Introduction
Vascular endothelial growth factor (VEGF) is a major regulator of new blood vessel growth (angiogenesis) and is required for the ability of the mature vasculature to adapt to tissue hypoxia. In addition, recent reports suggest that VEGF also has neurotrophic and neuroprotective functions. Therapeutic angiogenesis with VEGF is a clinically promising strategy in ischemic disease. The pathophysiological consequences of enhanced vessel formation, however, are poorly understood. In addition, the use of VEGF as a therapeutic agent is hampered by the fact that VEGF is also a major inducer of vascular permeability leading to brain edema. In an attempt to dissect the molecular pathways in vivo between angiogenesis, neuroprotection, and vascular permeability inducing properties of VEGF in the brain we generated transgenic mice overexpressing VEGF specifically in the brain.
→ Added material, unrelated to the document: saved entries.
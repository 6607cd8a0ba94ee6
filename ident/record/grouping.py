"""Numbers with units and thousands signs in the cells: one decimal sign for the whole column, decided by all its cells.

Whole columns at a time, character by character: a log of a million such cells must not cost a million calls.
"""

from __future__ import annotations

import re
from dataclasses import dataclass

import numpy as np
from numpy.typing import NDArray

from ident.errors import ReadError
from ident.record.quote import printable, quoted
from ident.record.segments import Flags, Floats, Lines

Bytes = NDArray[np.bytes_]
Chars = NDArray[np.uint8]
Ints = NDArray[np.int64]

LONGEST = 40  # bytes of a cell that may still be a number
_UNIT = re.compile(
    rb"[ \t]*(rpm|1/min|U/min|tr/min|min-1|rad/s|rps|rev/s|m/min|m/s|Hz|%|mA|mV|V|A|Nm|s|ms|us)$", re.IGNORECASE
)
_EXPONENT = re.compile(rb"[+-]?(?:\d+\.?\d*|\.\d+)[eE][+-]?\d+")
_MOST_UNITS = 20
_LOOKED_AT = 1000  # cells, for a unit not seen yet
_EXACT = 2**53
_COMMA, _POINT = ord(","), ord(".")


class OtherDecimal(Exception):
    """The log's decimal sign is the other one: its plain cells have to be read again with it."""


@dataclass(frozen=True, slots=True, eq=False)
class Grouped:
    """values    (n,), NaN where a cell is no number after all;  units    {unit: cells}"""

    values: Floats
    units: dict[str, int]


def grouped_numbers(cells: Bytes, plain: Floats, decimal: str, *, name: str, line: Lines) -> Grouped:
    """Read cells with digits that are not plain numbers.

    cells    (n,), as of `as_bytes`
    plain    values of the column's plain cells, read with `decimal` (NaN elsewhere)
    line     (n,) file lines

    Raises ReadError: ambiguous-numbers; OtherDecimal where plain cells were read with the wrong sign.
    """
    chars, length, units = _without_units(as_chars(cells))
    point = _decimal_sign(chars, length, plain, decimal, cells, name, line)
    return Grouped(_values(chars, length, point), units)


def as_bytes(texts: NDArray[np.object_]) -> Bytes:
    """Cells of at most LONGEST bytes, without blanks around; what is no ASCII becomes ?."""
    try:
        cells = texts.astype(f"S{LONGEST}")
    except UnicodeEncodeError:
        cells = np.array([str(t).encode("ascii", "replace") for t in texts]).astype(f"S{LONGEST}")
    return np.strings.strip(cells)


def as_chars(cells: Bytes) -> Chars:
    """The characters of cells, (n, of the longest), 0 beyond the end of each."""
    chars = np.ascontiguousarray(cells).view(np.uint8).reshape(len(cells), cells.dtype.itemsize)
    return chars[:, : int(np.strings.str_len(cells).max(initial=1))]


def _without_units(chars: Chars) -> tuple[Chars, Ints, dict[str, int]]:
    """Known units taken off the ends: characters, lengths, and how often each unit stood there."""
    chars = chars.copy()
    length = np.count_nonzero(chars, axis=1).astype(np.int64)
    units: dict[str, int] = {}
    left = _is_digit(chars[np.arange(len(chars)), np.maximum(length - 1, 0)]) ^ True
    for _ in range(_MOST_UNITS):
        rows = np.flatnonzero(left)
        found = next((m for i in rows[:_LOOKED_AT] if (m := _UNIT.search(bytes(chars[i, : length[i]])))), None)
        if found is None:
            break
        tail = np.frombuffer(found[1], dtype=np.uint8)
        start = length[rows] - len(tail)
        hit = start > 0
        for k, char in enumerate(tail):
            hit &= chars[rows, np.maximum(start + k, 0)] == char
        rows, start = rows[hit], start[hit]
        left[rows] = False
        while len(rows) and (blank := chars[rows, np.maximum(start - 1, 0)] == ord(" ")).any():
            start -= blank
        before = chars[rows, np.maximum(start - 1, 0)]
        # "rpm" ends in "m": a unit stands behind a number.
        whole = _is_digit(before) | (before == _POINT)
        rows, start = rows[whole], start[whole]
        chars[rows] *= np.arange(chars.shape[1]) < start[:, None]
        length[rows] = start
        if len(rows):
            units[found[1].decode()] = units.get(found[1].decode(), 0) + len(rows)
    return chars, length, units


def _is_digit(chars: Chars) -> Flags:
    flags: Flags = (chars >= 48) & (chars <= 57)
    return flags


def _decimal_sign(chars: Chars, length: Ints, plain: Floats, decimal: str, cells: Bytes, name: str, line: Lines) -> int:
    """The decimal sign, the other one parting thousands: decided by all cells of the column, never by one."""
    fractions = bool(np.any(plain[np.isfinite(plain)] % 1))
    mine, other = (_POINT, _COMMA) if decimal == "." else (_COMMA, _POINT)
    counts = {sign: np.count_nonzero(chars == sign, axis=1) for sign in (mine, other)}
    if fractions or _decimal_for_sure(chars, length, counts, mine, other):
        return mine
    if _decimal_for_sure(chars, length, counts, other, mine):
        if np.isfinite(plain).any():
            raise OtherDecimal
        return other
    if (counts[other] == 1).any() and not (counts[other] > 1).any():
        row = int(np.argmax(counts[other] == 1))
        raise ReadError(
            "ambiguous-numbers",
            f"Line {line[row]}, column {quoted(name)}: {quoted(cells[row].decode())} may have a decimal or "
            "a thousands sign, and no other cell decides; export without thousands signs.",
            {"line": int(line[row]), "column": printable(name)},
        )
    return mine


def _decimal_for_sure(chars: Chars, length: Ints, counts: dict[int, NDArray[np.intp]], sign: int, other: int) -> bool:
    """Whether some cell has this sign once, where it does not part groups of three, or behind the other sign."""
    single = counts[sign] == 1
    at = np.argmax(chars == sign, axis=1)
    before, after = at - ((chars[:, 0] == ord("-")) | (chars[:, 0] == ord("+"))), length - at - 1
    alone = counts[other] == 0
    behind = ~alone & (np.argmax(chars == other, axis=1) < at)
    return bool((single & ((alone & ((after != 3) | (before > 3) | (before < 1))) | behind)).any())


def _values(chars: Chars, length: Ints, point: int) -> Floats:
    """Numbers with thousands signs every three digits before the decimal sign, and nowhere else; else NaN."""
    n, width = chars.shape
    whole, parted, since = (np.zeros(n, dtype=np.int64) for _ in range(3))
    places = np.zeros(n, dtype=np.int64)
    seen = np.zeros(n, dtype=np.bool_)
    sound = (length > 0) & (length < LONGEST)
    comma = _COMMA + _POINT - point
    for k in range(width):
        char = chars[:, k]
        digit, end = _is_digit(char), char == 0
        is_comma, is_point = char == comma, char == point
        sign = (char == ord("-")) | (char == ord("+")) if k == 0 else np.zeros(n, dtype=np.bool_)
        sound &= digit | end | is_comma | is_point | sign
        sound &= ~is_comma | (~seen & np.where(parted > 0, since == 3, (since >= 1) & (since <= 3)))
        sound &= ~is_point | (~seen & ((parted == 0) | (since == 3)))
        whole = np.where(digit & (whole < _EXACT), whole * 10 + (char - np.uint8(48)), whole)
        places += digit & seen
        since = np.where(is_comma, 0, since + (digit & ~seen))
        parted += is_comma
        seen |= is_point
    sound &= seen | (parted == 0) | (since == 3)
    sound &= places + since + parted > 0
    # Two exact integers divided are rounded as the written number is.
    exact = sound & (whole < _EXACT) & (places <= 22)
    values = np.full(n, np.nan)
    values[exact] = whole[exact] / 10.0 ** places[exact]
    values[exact & (chars[:, 0] == ord("-"))] *= -1
    for row in np.flatnonzero(~exact & (length > 0) & (length < LONGEST)).tolist():
        bare = bytes(chars[row, : length[row]]).replace(bytes([comma]), b"").replace(bytes([point]), b".")
        if sound[row] or _EXPONENT.fullmatch(bare):
            values[row] = float(bare)
    return values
The aim of the present study was to define the pathophysiological consequences of brain-selective VEGF overexpression in ischemic stroke.
Methods
Mice expressing human VEGF165 under a neuron-specific promoter were established, which exhibited an increased density of brain vessels under physiological conditions 1 . These mice were submitted to focal cerebral ischemia, as induced by 90 or 30 minutes of intraluminal middle cerebral artery (MCA) occlusion, followed by 24 (90 min) or 72 (30 min) hours of reperfusion 2 . Cerebral blood flow (CBF) was measured using the 14C-iodoantipyrine technique.
Results
Transgenic mice overexpressing VEGF165 under control of the rat neuron-specific enolase (NSE) promoter are viable and fertile. Transgenic VEGF expression was predominantly found in neuronal cells of the hippocampus, dentate gyrus and cortex while the endogenous mouse VEGF gene is mainly expressed in astrocytes. Analysis of new vessel growth revealed a significant increase in the capillary density in all brain areas analyzed. After transient focal ischemia, transgenic VEGF significantly alleviated neurological deficits and infarct volume and reduced disseminated neuronal injury and caspase-3 activity. Furthermore, Akt activity was increased, confirming earlier in vitro observations that VEGF has neuroprotective properties. Brain swelling was not influenced by VEGF expression, while sodium fluorescein extravasation was moderately increased; suggesting that the higher VEGF levels in transgenic animal induced a mild blood brain barrier leakage. To elucidate whether enhanced angiogenesis improves regional cerebral blood flow in the ischemic brain, 14C-iodoantipyrine autoradiography was performed. Autoradiographies revealed that VEGF induces hemodynamic steal phenomena with reduced blood flow in ischemic areas and increased flow values only outside the MCA territory.
Conclusions
Our data demonstrate that VEGF protects neurons from ischemic cell death by a direct phosphatidylinositol-3 kinase/ Akt-dependent neurotrophic action rather than by promoting angiogenesis. Our results suggest that strategies aiming at increasing vascular density in the whole brain, e.g. by VEGF overexpression, may worsen rather than improve cerebral hemodynamics after stroke.